■ Work task
Go through the entries and say how many lines contain the string "operator". The number is the whole answer.

########################################

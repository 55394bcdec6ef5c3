// The reader against what ngspice 39.3 reads, row by row (each tried in it),
// and where this reader is stricter on purpose.

#include "harness/netlist/reader.h"

#include <string>
#include <vector>

#include <fmt/format.h>
#include <gtest/gtest.h>

#include "harness/base/file.h"
#include "tests/netlist/read_text.h"

namespace gatedyno {
namespace {

// The first device of an inverter with this one among its devices.
Mosfet First(const std::string& line,
             const ReaderOptions& options = TestOptions()) {
  const Cell cell = ReadOne(InverterAround(line), options);
  return cell.mosfets.empty() ? Mosfet{} : cell.mosfets.front();
}

// The same parameters under `head`, lines above .subckt.
Mosfet FirstUnder(const std::string& head, const std::string& line) {
  const Cell cell = ReadOne(head + InverterAround(line));
  return cell.mosfets.empty() ? Mosfet{} : cell.mosfets.front();
}

TEST(Reader, PointsAtTheInput) {
  const std::string text =
      "* NAND2\n"
      "\n"
      ".subckt nand2 a b y vdd vss\n"
      "M1 y a vdd vdd pfet L=60n W=2u\n"
      "M2 y b vdd vdd pfet L=60n W=2u\n"
      "M4 n1 b 0 0 nch L=60n W=2u\n"
      "M3 y a n1 0 nch L=60n W=2x\n"
      ".ends\n";
  ReaderOptions options = TestOptions();
  options.devices[0].name = "nch";
  const Result<std::vector<Cell>> cells =
      ReadCells(text, "decks/cells/nand2.sp", options);
  ASSERT_FALSE(cells.ok());
  EXPECT_EQ(cells.error().message,
            "decks/cells/nand2.sp:7:23: expected a width in metres, got "
            "'W=2x'\n"
            "M3 y a n1 0 nch L=60n W=2x\n"
            "                      ^");
}

TEST(Reader, ScaleLetters) {
  const struct {
    std::string spelling;
    double width_m;
  } table[] = {{"1M", 1e-3},
               {"1m", 1e-3},
               {"1MEG", 1e6},
               {"1mil", 25.4e-6},
               {"1u", 1e-6},
               {"1U", 1e-6},
               {"1um", 1e-6},
               {"0.1e-6", 0.1e-6}};
  for (const auto& row : table) {
    const Mosfet mosfet =
        First(fmt::format("m1 y a vss vss nfet w={} l=1u", row.spelling));
    EXPECT_DOUBLE_EQ(mosfet.width_m, row.width_m) << row.spelling;
  }
}

TEST(Reader, UnitLettersOfCapacitors) {
  const struct {
    std::string spelling;
    double capacitance_f;
  } table[] = {{"1F", 1e-15}, {"1fF", 1e-15}, {"1uF", 1e-6}, {"2p", 2e-12}};
  for (const auto& row : table) {
    const Cell cell =
        ReadOne(InverterAround(fmt::format("c1 a y {}", row.spelling)));
    ASSERT_EQ(cell.capacitors.size(), 1U);
    EXPECT_DOUBLE_EQ(cell.capacitors[0].capacitance_f, row.capacitance_f)
        << row.spelling;
  }
}

// ngspice reads 1.0, 4000 and 1e6; other dialects read other numbers.
TEST(Reader, RefusesNumbersThatDialectsDisagreeOn) {
  for (const std::string spelling : {"1a", "4k7", "1meg5"}) {
    const std::string line = "r1 a y " + spelling;
    const std::string complaint = ComplaintAbout(InverterAround(line));
    EXPECT_EQ(complaint.rfind(
                  fmt::format("t.sp:2:8: expected a resistance in ohms, got "
                              "'{}': ",
                              spelling),
                  0),
              0U)
        << complaint;
  }
}

// A deck's first line is its title whatever it says; a cell file has none.
TEST(Reader, TheFirstLineIsReadAsAnyOther) {
  EXPECT_EQ(ReadOne(InverterAround("* a comment")).name, "c");
  EXPECT_EQ(ComplaintAbout("a title\n" + InverterAround("")),
            Worded(1,
                   1,
                   "expected .subckt: make a title line a comment with '*'; "
                   "devices belong inside a .subckt",
                   "a title"));
}

TEST(Reader, CommentsAndContinuations) {
  const Mosfet mosfet = First(
      "*.PININFO a:I y:O\n"
      "m1 y a ; the output\n"
      "* between\n"
      "\n"
      "   + vss vss nfet $[nch]\n"
      "+ w=1u // the width\n"
      "+ l=2u $X=10 $Y=20");
  EXPECT_EQ(mosfet.name, "m1");
  EXPECT_DOUBLE_EQ(mosfet.width_m, 1e-6);
  EXPECT_DOUBLE_EQ(mosfet.length_m, 2e-6);
}

TEST(Reader, SubcktParameters) {
  for (const std::string header :
       {"wn=2u", "params: wn=2u", "PARAMS:wn = {2*1u}", "wn='1u+1u'"}) {
    const Cell cell = ReadOne(fmt::format(
        ".SUBCKT c a y vdd vss {}\nM1 Y A VSS VSS NFET W=WN L=1U\n.ENDS\n",
        header));
    ASSERT_EQ(cell.mosfets.size(), 1U) << header;
    EXPECT_DOUBLE_EQ(cell.mosfets[0].width_m, 2e-6) << header;
  }
}

TEST(Reader, NameAfterEndsIsOptional) {
  const std::string body =
      ".subckt c a y vdd vss\nm1 y a vss vss nfet w=1u l=1u\n";
  for (const std::string ends : {".ends", ".ends c", ".ENDS C"}) {
    EXPECT_EQ(ReadOne(body + ends).name, "c") << ends;
  }
}

TEST(Reader, Expressions) {
  const std::string head = ".param wn=1u\n";
  for (const std::string value : {"wn", "{wn}", "'wn'", "WN", "{ wn }"}) {
    const Mosfet mosfet =
        FirstUnder(head, fmt::format("m1 y a vss vss nfet l=1u w={}", value));
    EXPECT_DOUBLE_EQ(mosfet.width_m, 1e-6) << value;
  }
  for (const std::string value :
       {"2*wn", "{2*wn}", "'2 * wn'", "max(wn, 2*wn)", "{wn\n+ *2}"}) {
    const Mosfet mosfet =
        FirstUnder(head, fmt::format("m1 y a vss vss nfet l=1u w={}", value));
    EXPECT_DOUBLE_EQ(mosfet.width_m, 2e-6) << value;
  }
}

// ngspice fails on it; here a name is a function only before "(".
TEST(Reader, AParameterMayBeNamedLikeAFunction) {
  EXPECT_DOUBLE_EQ(FirstUnder(".param ln=60n min=2u\n",
                              "m1 y a vss vss nfet l={ln} w={min(min,3u)}")
                       .length_m,
                   60e-9);
}

TEST(Reader, WidthIsTheTotalOverTheFingers) {
  const Mosfet fingers = First("m1 y a vss vss nfet w=2u l=1u nf=2");
  const Mosfet copies = First("m1 y a vss vss nfet w=1u l=1u m=2");
  EXPECT_DOUBLE_EQ(fingers.width_m, 2e-6);
  EXPECT_DOUBLE_EQ(fingers.fingers, 2.0);
  EXPECT_DOUBLE_EQ(copies.width_m, 1e-6);
  EXPECT_DOUBLE_EQ(fingers.total_width_m(), copies.total_width_m());
}

TEST(Reader, OptionScale) {
  const std::string line =
      "m1 y a vss vss nfet w=2 l=0.5 ad=3 as=4 pd=5 ps=6 nf=2 m=3";
  const Mosfet mosfet = FirstUnder(".option scale=1e-6\n", line);
  EXPECT_DOUBLE_EQ(mosfet.width_m, 2e-6);
  EXPECT_DOUBLE_EQ(mosfet.length_m, 0.5e-6);
  EXPECT_DOUBLE_EQ(*mosfet.diffusion.drain_area_m2, 3e-12);
  EXPECT_DOUBLE_EQ(*mosfet.diffusion.source_area_m2, 4e-12);
  EXPECT_DOUBLE_EQ(*mosfet.diffusion.drain_perimeter_m, 5e-6);
  EXPECT_DOUBLE_EQ(*mosfet.diffusion.source_perimeter_m, 6e-6);
  EXPECT_DOUBLE_EQ(mosfet.fingers, 2.0);
  EXPECT_DOUBLE_EQ(mosfet.multiplicity, 3.0);
}

// The simulator rejects the form too.
TEST(Reader, RefusesASlashBeforeTheSubcircuit) {
  const std::string line = "x1 a y vdd vss / inv";
  EXPECT_EQ(ComplaintAbout(InverterAround(line)),
            Worded(2,
                   16,
                   "a '/' before the subcircuit's name is not SPICE: leave it "
                   "out",
                   line));
}

TEST(Reader, TerminalsAreDrainGateSourceBody) {
  const Cell cell = ReadOne(InverterAround("m1 Y A vss VNB NFET w=1u l=1u"));
  const Mosfet& mosfet = cell.mosfets[0];
  EXPECT_EQ(cell.net_name(mosfet.drain), "y");
  EXPECT_EQ(cell.net_name(mosfet.gate), "a");
  EXPECT_EQ(cell.net_name(mosfet.source), "vss");
  EXPECT_EQ(cell.net_name(mosfet.body), "VNB");
  EXPECT_EQ(mosfet.model, "nfet");
  EXPECT_EQ(mosfet.polarity, Polarity::kN);
  EXPECT_EQ(mosfet.place.file, "t.sp");
  EXPECT_EQ(mosfet.place.line, 2);
  EXPECT_EQ(mosfet.place.column, 1);
  EXPECT_EQ(cell.mosfets[1].polarity, Polarity::kP);
}

TEST(Reader, ParametersInAnyOrderAndCase) {
  const Mosfet a = First("m1 y a vss vss nfet w=1u l=2u ad=1p m=2 nf=1");
  const Mosfet b = First("M1 y a vss vss NFET NF=1 M=2 AD=1P L=2U W=1U");
  EXPECT_EQ(a.width_m, b.width_m);
  EXPECT_EQ(a.length_m, b.length_m);
  EXPECT_EQ(a.multiplicity, b.multiplicity);
  EXPECT_EQ(a.diffusion.drain_area_m2, b.diffusion.drain_area_m2);
  EXPECT_FALSE(a.diffusion.source_area_m2.has_value());
}

TEST(Reader, TheFilesParametersWinOverTheNodes) {
  const std::string line = "m1 y a vss vss nfet w={wunit} l={lgate}";
  EXPECT_DOUBLE_EQ(First(line).width_m, 90e-9);
  EXPECT_DOUBLE_EQ(FirstUnder(".param wunit=1u\n", line).width_m, 1e-6);
}

TEST(Reader, WarnsOfLayoutRemarksOnce) {
  const Cell cell = ReadOne(
      InverterAround("m1 y a vss vss nfet w=1u l=1u SA=1u sb={2*1u}\n"
                     "m2 y a vss vss nfet w=1u l=1u sa=1u nrd=0.1 nrs=0.1"));
  EXPECT_EQ(cell.warnings,
            std::vector<std::string>{"parameters nrd, nrs, sa, sb are remarks "
                                     "on the layout and not used"});
}

TEST(Reader, WarnsOfSizesThatAreNoTransistors) {
  const Cell cell =
      ReadOne(InverterAround("m1 y a vss vss nfet w=1M l=45n\n"
                             "m2 y a vss vss nfet w=2 l=45n"));
  EXPECT_EQ(cell.warnings,
            std::vector<std::string>{
                "m1 is 0.001 m wide and 4.5e-08 m long, no transistor's size: "
                "is a unit missing, or is M (milli) meant as MEG?"});
}

TEST(Reader, ReadsSeveralCellsInFileOrder) {
  const std::string device = "m1 y a vss vss nfet w=1u l=1u\n.ends\n";
  const Result<std::vector<Cell>> cells = ReadCells(
      ".subckt B a y vdd vss\n" + device + ".subckt a a y vdd vss\n" + device,
      kFile,
      TestOptions());
  ASSERT_TRUE(cells.ok());
  ASSERT_EQ(cells->size(), 2U);
  EXPECT_EQ((*cells)[0].name, "B");
  EXPECT_EQ((*cells)[1].name, "a");
  EXPECT_EQ((*cells)[1].place.line, 4);
}

TEST(Reader, ReadsWindowsTextAndTextWithoutALastLineEnd) {
  const std::string text =
      "\xEF\xBB\xBF.subckt c a y vdd vss\r\nm1 y a vss vss nfet\r\n"
      "+ w=1u l=1u\r\n.ends";
  EXPECT_EQ(ReadOne(text).mosfets.size(), 1U);
}

TEST(Reader, RefusesWhatIsNoText) {
  const std::string zero("* a\0b\n", 6);
  EXPECT_EQ(ComplaintAbout(zero),
            "t.sp:1:4: a zero byte: this is no text file\n* a?b\n   ^");
  EXPECT_EQ(ComplaintAbout(std::string((size_t{64} << 20) + 1, ' ')),
            "t.sp: larger than 64 MiB, no cell file");
}

TEST(Reader, NamesAFileThatIsNotThere) {
  const Result<std::vector<Cell>> cells =
      ReadCellFile("no/such.sp", TestOptions());
  ASSERT_FALSE(cells.ok());
  EXPECT_EQ(cells.error().message,
            "no/such.sp: cannot be read: No such file or directory");
}

TEST(Reader, NamesTheFileInComplaints) {
  const std::string path = testing::TempDir() + "/reader_test.sp";
  ASSERT_TRUE(WriteFile(path, ".ends\n").ok());
  const Result<std::vector<Cell>> cells = ReadCellFile(path, TestOptions());
  ASSERT_FALSE(cells.ok());
  EXPECT_EQ(cells.error().message,
            path + ":1:1: .ends without .subckt\n.ends\n^");
}

}  // namespace
}  // namespace gatedyno
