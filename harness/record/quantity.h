// The two figures of an arc that the hand method predicts.

#ifndef GATEDYNO_RECORD_QUANTITY_H_
#define GATEDYNO_RECORD_QUANTITY_H_

#include <string_view>

namespace gatedyno {

enum class Quantity { kEffort, kParasitic };

constexpr std::string_view QuantityName(Quantity quantity) {
  return quantity == Quantity::kEffort ? "effort" : "parasitic";
}
constexpr std::string_view QuantitySymbol(Quantity quantity) {
  return quantity == Quantity::kEffort ? "g" : "p";
}

}  // namespace gatedyno

#endif  // GATEDYNO_RECORD_QUANTITY_H_
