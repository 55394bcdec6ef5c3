// An arc: what is estimated, measured and compared.

#ifndef GATEDYNO_RECORD_ARC_H_
#define GATEDYNO_RECORD_ARC_H_

#include <string>
#include <vector>

#include "harness/record/edge.h"

namespace gatedyno {

// A constant on one of the inputs that do not move.
struct SideInput {
  std::string pin;
  bool high = false;

  bool operator==(const SideInput&) const = default;
};

struct Arc {
  std::string cell;
  std::string pin;  // The input that moves.
  std::string output;
  Edge input_edge = Edge::kRise;
  Edge edge = Edge::kFall;      // Of the output.
  std::vector<SideInput> side;  // In pin order.

  bool inverting() const { return input_edge != edge; }
  bool operator==(const Arc&) const = default;
};

// "a->y fall".
std::string DescribeArc(const Arc& arc);

// "b=1 c=0".
std::string DescribeSide(const Arc& arc);

}  // namespace gatedyno

#endif  // GATEDYNO_RECORD_ARC_H_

########################################

■ Worked solution
2